Зато отпускает мою руку.

Я почти свободна!

Осталось только найти, где здесь фальшивая дверца в шкафу и выскользнуть!

Ну, а дальше…

Дальше я сделаю все, чтобы ни он, ни Санников меня не нашли!

— Чего мечешься? — мне буквально ударил в спину тяжелый тягучий голос.

Останавливая. Подчиняя. Заставляя коленки подгибаться сами собой.

— Душ ищешь? Не переживай, принцесса, у меня все есть.

Санников наступал, — вот прямо иначе и не скажешь.

Просто наступал на меня своим огромным телом, легко перешагнув через Гурина, как будто и не человек распластался у его ног.

Хотя — глядя на это лицо — дьявольски красивое, вот именно дьявольски — устрашающе, с порочной усмешкой, идеально-мужественное, — но такое, от которого хочется только отшатнуться, — становится понятно. Люди для него — и есть мусор. Все, кроме него самого, великого и ужасного Станислава Санникова.

Он переступает через них, не глядя.

И не удивлюсь, если при этом еще и сворачивает головы тем, кто решится их поднять!

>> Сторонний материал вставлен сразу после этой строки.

import type { ChildProcess } from 'node:child_process';
import { existsSync, rmSync } from 'node:fs';
import { join } from 'node:path';
import type { TestProject } from 'vitest/node';
import {
  dbEnv,
  profileConfig,
  provision,
  recreateDatabase,
  ROOT,
  startServer,
} from '@app/devkit/mariadb';
import { freshSecrets } from '@app/devkit/secrets';
import { mustRun, startService, stopService, TSX, waitForHttp } from '@app/devkit/setup';

declare module 'vitest' {
  export interface ProvidedContext {
    baseUrl: string;
    mailUrl: string;
    paymentsUrl: string;
    /** JSON lines: every CSP report the API received during this run (browser.ts asserts it stays empty). */
    cspReportFile: string;
  }
}

// E2E_PORT_BASE and E2E_DB let two runs share the machine without colliding.
const base = Number(process.env.E2E_PORT_BASE ?? 4410);
export const E2E_PORTS = { api: base, smtp: base + 15, mailHttp: base + 16, payments: base + 20 };
const children: ChildProcess[] = [];

/** The whole stack as a member would meet it: built client served by the API, fakes, seeded demo club. */
export async function setup(project: TestProject) {
  // E2E_WEB_DIST lets a parallel run serve its own build (npx vite build --outDir …).
  const webDist = process.env.E2E_WEB_DIST ?? join(ROOT, 'dist/web');
  if (!existsSync(join(webDist, 'index.html'))) {
    throw new Error(`Build the client first: npx vite build (no ${webDist}/index.html)`);
  }
  const cfg = profileConfig('test');
  await startServer(cfg, { quiet: true });
  const database = process.env.E2E_DB ?? 'rodewise_test_e2e';
  provision(cfg, [database]);
  recreateDatabase(cfg, database);
  const baseUrl = `http://127.0.0.1:${E2E_PORTS.api}`;
  const secrets = freshSecrets();
  const env = {
    ...dbEnv(cfg, database),
    ...secrets,
    NODE_ENV: 'production',
    PUBLIC_URL: baseUrl,
    LOG_LEVEL: 'warn',
  };
  mustRun(TSX, ['apps/api/src/cli/seed.ts'], { env, stdio: 'ignore' });

  for (const d of [`${database}-mail`, `${database}-payments`])
    rmSync(join(ROOT, '.data', d), { recursive: true, force: true });
  const cspReportFile = join(ROOT, '.data', `${database}-csp-reports.jsonl`);
  rmSync(cspReportFile, { force: true });
  children.push(
    startService(
      'mail',
      TSX,
      ['apps/fake-mail/src/main.ts'],
      {
        FAKE_MAIL_SMTP_PORT: String(E2E_PORTS.smtp),
        FAKE_MAIL_HTTP_PORT: String(E2E_PORTS.mailHttp),
        FAKE_MAIL_DIR: join(ROOT, '.data', `${database}-mail`),
      },
      { quiet: true },
    ),
  );
  const hasPayments = existsSync(join(ROOT, 'apps/fake-payments/src/main.ts'));
  if (hasPayments) {
    children.push(
      startService(
        'payments',
        TSX,
        ['apps/fake-payments/src/main.ts'],
        {
          FAKE_PAYMENTS_PORT: String(E2E_PORTS.payments),
          STRIPE_WEBHOOK_SECRET: secrets.STRIPE_WEBHOOK_SECRET,
          FAKE_PAYMENTS_DIR: join(ROOT, '.data', `${database}-payments`),
          FAKE_PAYMENTS_WEBHOOK_URL: `${baseUrl}/api/payments/webhook`,
          FAKE_PAYMENTS_PUBLIC_URL: `http://127.0.0.1:${E2E_PORTS.payments}`,
        },
        { quiet: true },
      ),
    );
  }
  children.push(
    startService(
      'api',
      TSX,
      ['apps/api/src/server.ts'],
      {
        ...env,
        PORT: String(E2E_PORTS.api),
        SMTP_PORT: String(E2E_PORTS.smtp),
        MAIL_INBOX_URL: `http://127.0.0.1:${E2E_PORTS.mailHttp}`,
        STRIPE_HOST: '127.0.0.1',
        STRIPE_PORT: String(E2E_PORTS.payments),
        STRIPE_PROTOCOL: 'http',
        WEB_DIST: webDist,
        LOGIN_RATE_LIMIT: '200',
        OUTBOX_INTERVAL_MS: '250',
        CSP_REPORT_FILE: cspReportFile,
      },
      { quiet: true },
    ),
  );
  await waitForHttp(`${baseUrl}/api/health`);
  await waitForHttp(`http://127.0.0.1:${E2E_PORTS.mailHttp}/api/health`);
  if (hasPayments) await waitForHttp(`http://127.0.0.1:${E2E_PORTS.payments}/api/health`);
  project.provide('baseUrl', baseUrl);
  project.provide('mailUrl', `http://127.0.0.1:${E2E_PORTS.mailHttp}`);
  project.provide('paymentsUrl', `http://127.0.0.1:${E2E_PORTS.payments}`);
  project.provide('cspReportFile', cspReportFile);
}

export async function teardown() {
  await Promise.all(children.map((c) => stopService(c)));
}
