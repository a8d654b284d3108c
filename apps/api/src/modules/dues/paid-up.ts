import { Membership, MembershipPlan } from '../../models';
import { paidUpOn, toIsoDate } from './calendar';

/**
 * True when the member's dues cover `at` (default now): they have a paid-through date and `at` falls on or
 * before it plus their plan's grace period. A member with no membership, or who never paid, is not paid up.
 */
export async function isPaidUp(userId: number, at: Date = new Date()): Promise<boolean> {
  const membership = await Membership.findOne({
    where: { userId },
    include: [{ model: MembershipPlan, as: 'plan' }],
  });
  return membershipPaidUp(membership, at);
}

/** The same rule for a membership already loaded with its `plan` (e.g. inside a joined query). */
export function membershipPaidUp(membership: Membership | null, at: Date = new Date()): boolean {
  if (!membership) return false;
  return paidUpOn(membership.paidThrough, membership.plan?.graceDays ?? 0, toIsoDate(at));
}
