import type { Browser, Page } from 'playwright-core';
import { afterAll, beforeAll, describe, expect, it } from 'vitest';
import { audit, baseUrl, launch, screenshot, signIn } from './browser';

let browser: Browser;
beforeAll(async () => {
  browser = await launch();
});
afterAll(async () => {
  await browser.close();
});

const WIDE = [1024, 1280] as const;

/** The demo accounts with the most navigation: an admin, a treasurer, a moderator and a plain member. */
const PEOPLE = [
  { who: 'admin', email: 'admin@larkspit.example', desk: null },
  { who: 'treasurer', email: 'treasurer@larkspit.example', desk: "Treasurer's desk" },
  { who: 'moderator', email: 'moderator@larkspit.example', desk: 'Moderation desk' },
  { who: 'member', email: 'maren@larkspit.example', desk: null },
] as const;

/** The top of every item the bar shows (not the folded menus): one row means one common top. */
async function barRows(page: Page): Promise<number> {
  return page.evaluate(() => {
    const nav = document.querySelector('nav[aria-label="Main"] > ul');
    if (!nav) return 0;
    const tops = new Set<number>();
    for (const li of Array.from(nav.children)) {
      const box = li.getBoundingClientRect();
      if (box.width > 0 && box.height > 0) tops.add(Math.round(box.top));
    }
    return tops.size;
  });
}

async function openHome(page: Page, email: string) {
  await signIn(page, email);
  await page.goto(`${baseUrl()}/`);
  await page.getByRole('heading', { level: 1, name: /^Welcome back/ }).waitFor({ timeout: 15000 });
  await page.getByRole('region', { name: 'My boats' }).waitFor({ timeout: 15000 });
}

describe('the grouped navigation and the member home in Chromium', () => {
  for (const width of WIDE) {
    it.each(PEOPLE)(
      `$who: the bar fits on one line at ${width} px and its menus open`,
      async ({ who, email, desk }) => {
        const page = await browser.newPage({ viewport: { width, height: 900 } });
        await openHome(page, email);
        const nav = page.getByRole('navigation', { name: 'Main' });
        await nav.getByRole('button', { name: /^Account/ }).waitFor({ timeout: 10000 });
        expect(await barRows(page), `${who} at ${width} px`).toBe(1);
        // The bar is one line of text tall (44 px targets plus padding), never two.
        const header = await page.locator('header').first().boundingBox();
        expect(header?.height ?? 0).toBeLessThan(90);
        if (desk) {
          const card = page.getByRole('region', { name: desk });
          await expect
            .poll(
              async () =>
                (await card.innerText()).match(/\d+ (members?|payments?|posts?)/)?.length ?? 0,
              {
                timeout: 10000,
              },
            )
            .toBeGreaterThan(0);
        }
        await audit(page, `home as ${who} at ${width} px`);
        await screenshot(page, `home-${who}-${width}`);

        const account = nav.getByRole('button', { name: /^Account/ });
        await account.click();
        expect(await account.getAttribute('aria-expanded')).toBe('true');
        const menu = nav.getByRole('list', { name: 'Account' });
        await menu.getByRole('link', { name: 'Dues' }).waitFor();
        expect(await menu.getByRole('button', { name: 'Sign out' }).isVisible()).toBe(true);
        await audit(page, `account menu as ${who} at ${width} px`);
        await screenshot(page, `nav-account-${who}-${width}`);
        await page.keyboard.press('Escape');
        expect(await account.getAttribute('aria-expanded')).toBe('false');
        expect(await menu.getByRole('link', { name: 'Dues' }).isVisible()).toBe(false);

        const desks = nav.getByRole('button', { name: /^Desks/ });
        if (who === 'member') {
          expect(await desks.count()).toBe(0);
        } else {
          await desks.click();
          const list = nav.getByRole('list', { name: 'Desks' });
          expect(await list.getByRole('link').first().isVisible()).toBe(true);
          await screenshot(page, `nav-desks-${who}-${width}`);
          // A click outside closes it.
          await page.getByRole('heading', { level: 1 }).click();
          await expect.poll(() => desks.getAttribute('aria-expanded')).toBe('false');
        }
        await page.close();
      },
    );
  }

  it('a treasurer goes from the home to the treasury through the Desks menu', async () => {
    const page = await browser.newPage({ viewport: { width: 1280, height: 900 } });
    await openHome(page, 'treasurer@larkspit.example');
    const nav = page.getByRole('navigation', { name: 'Main' });
    await nav.getByRole('button', { name: /^Desks/ }).click();
    await nav.getByRole('link', { name: 'Treasury' }).click();
    await page.waitForURL(/\/treasury$/);
    await page.close();
  });

  it.each(PEOPLE)(
    '$who: the phone menu lists every item under its group at 390 px',
    async ({ who, email }) => {
      const page = await browser.newPage({ viewport: { width: 390, height: 844 } });
      await openHome(page, email);
      await audit(page, `home as ${who} at 390 px`);
      await screenshot(page, `home-${who}-390`);
      await page.getByRole('button', { name: 'Menu' }).click();
      const nav = page.getByRole('navigation', { name: 'Main' });
      for (const name of ['Home', 'Exchange', 'Dues', 'My boats', 'Settings']) {
        expect(await nav.getByRole('link', { name, exact: true }).isVisible(), name).toBe(true);
      }
      expect(await nav.getByRole('button', { name: 'Sign out' }).isVisible()).toBe(true);
      // No group button on a phone: the group's items are listed outright.
      expect(await nav.getByRole('button', { name: /^Account/ }).isVisible()).toBe(false);
      if (who !== 'member') {
        expect(
          await nav.getByRole('list', { name: 'Desks' }).getByRole('link').first().isVisible(),
        ).toBe(true);
      }
      await audit(page, `phone menu as ${who}`);
      await screenshot(page, `nav-phone-${who}-390`);
      await nav.getByRole('link', { name: 'My boats', exact: true }).click();
      await page.waitForURL(/\/boats$/);
      await page.close();
    },
  );

  it('a visitor gets the welcome with recent posts and listings', async () => {
    for (const width of [390, 1024, 1280]) {
      const page = await browser.newPage({ viewport: { width, height: 900 } });
      await page.goto(`${baseUrl()}/`);
      await page.getByRole('heading', { level: 1, name: 'Welcome aboard' }).waitFor();
      const posts = page.getByRole('region', { name: 'Recent posts' });
      await posts.getByRole('link').first().waitFor({ timeout: 10000 });
      await page
        .getByRole('region', { name: 'Recent listings' })
        .getByRole('link')
        .first()
        .waitFor({ timeout: 10000 });
      // A visitor sees nothing of a member's own things.
      expect(await page.getByRole('region', { name: 'My dues' }).count()).toBe(0);
      if (width > 390) expect(await barRows(page)).toBe(1);
      await audit(page, `visitor home at ${width} px`);
      await screenshot(page, `home-visitor-${width}`);
      await page.close();
    }
  });
});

— Стас… — тихо роняю, прижимаясь спиной к той самой фальшивой створке шкафа — да, я ее таки нашла, но, увы, слишком поздно. — Прекрати это все. Отпусти меня. Ну — зачем я тебе, а?

Никто не поможет, — ни охрана, ни люди там, в зале.

Даже если учесть, что почти все они знают, кто я, — пусть, возможно, и не узнали сразу.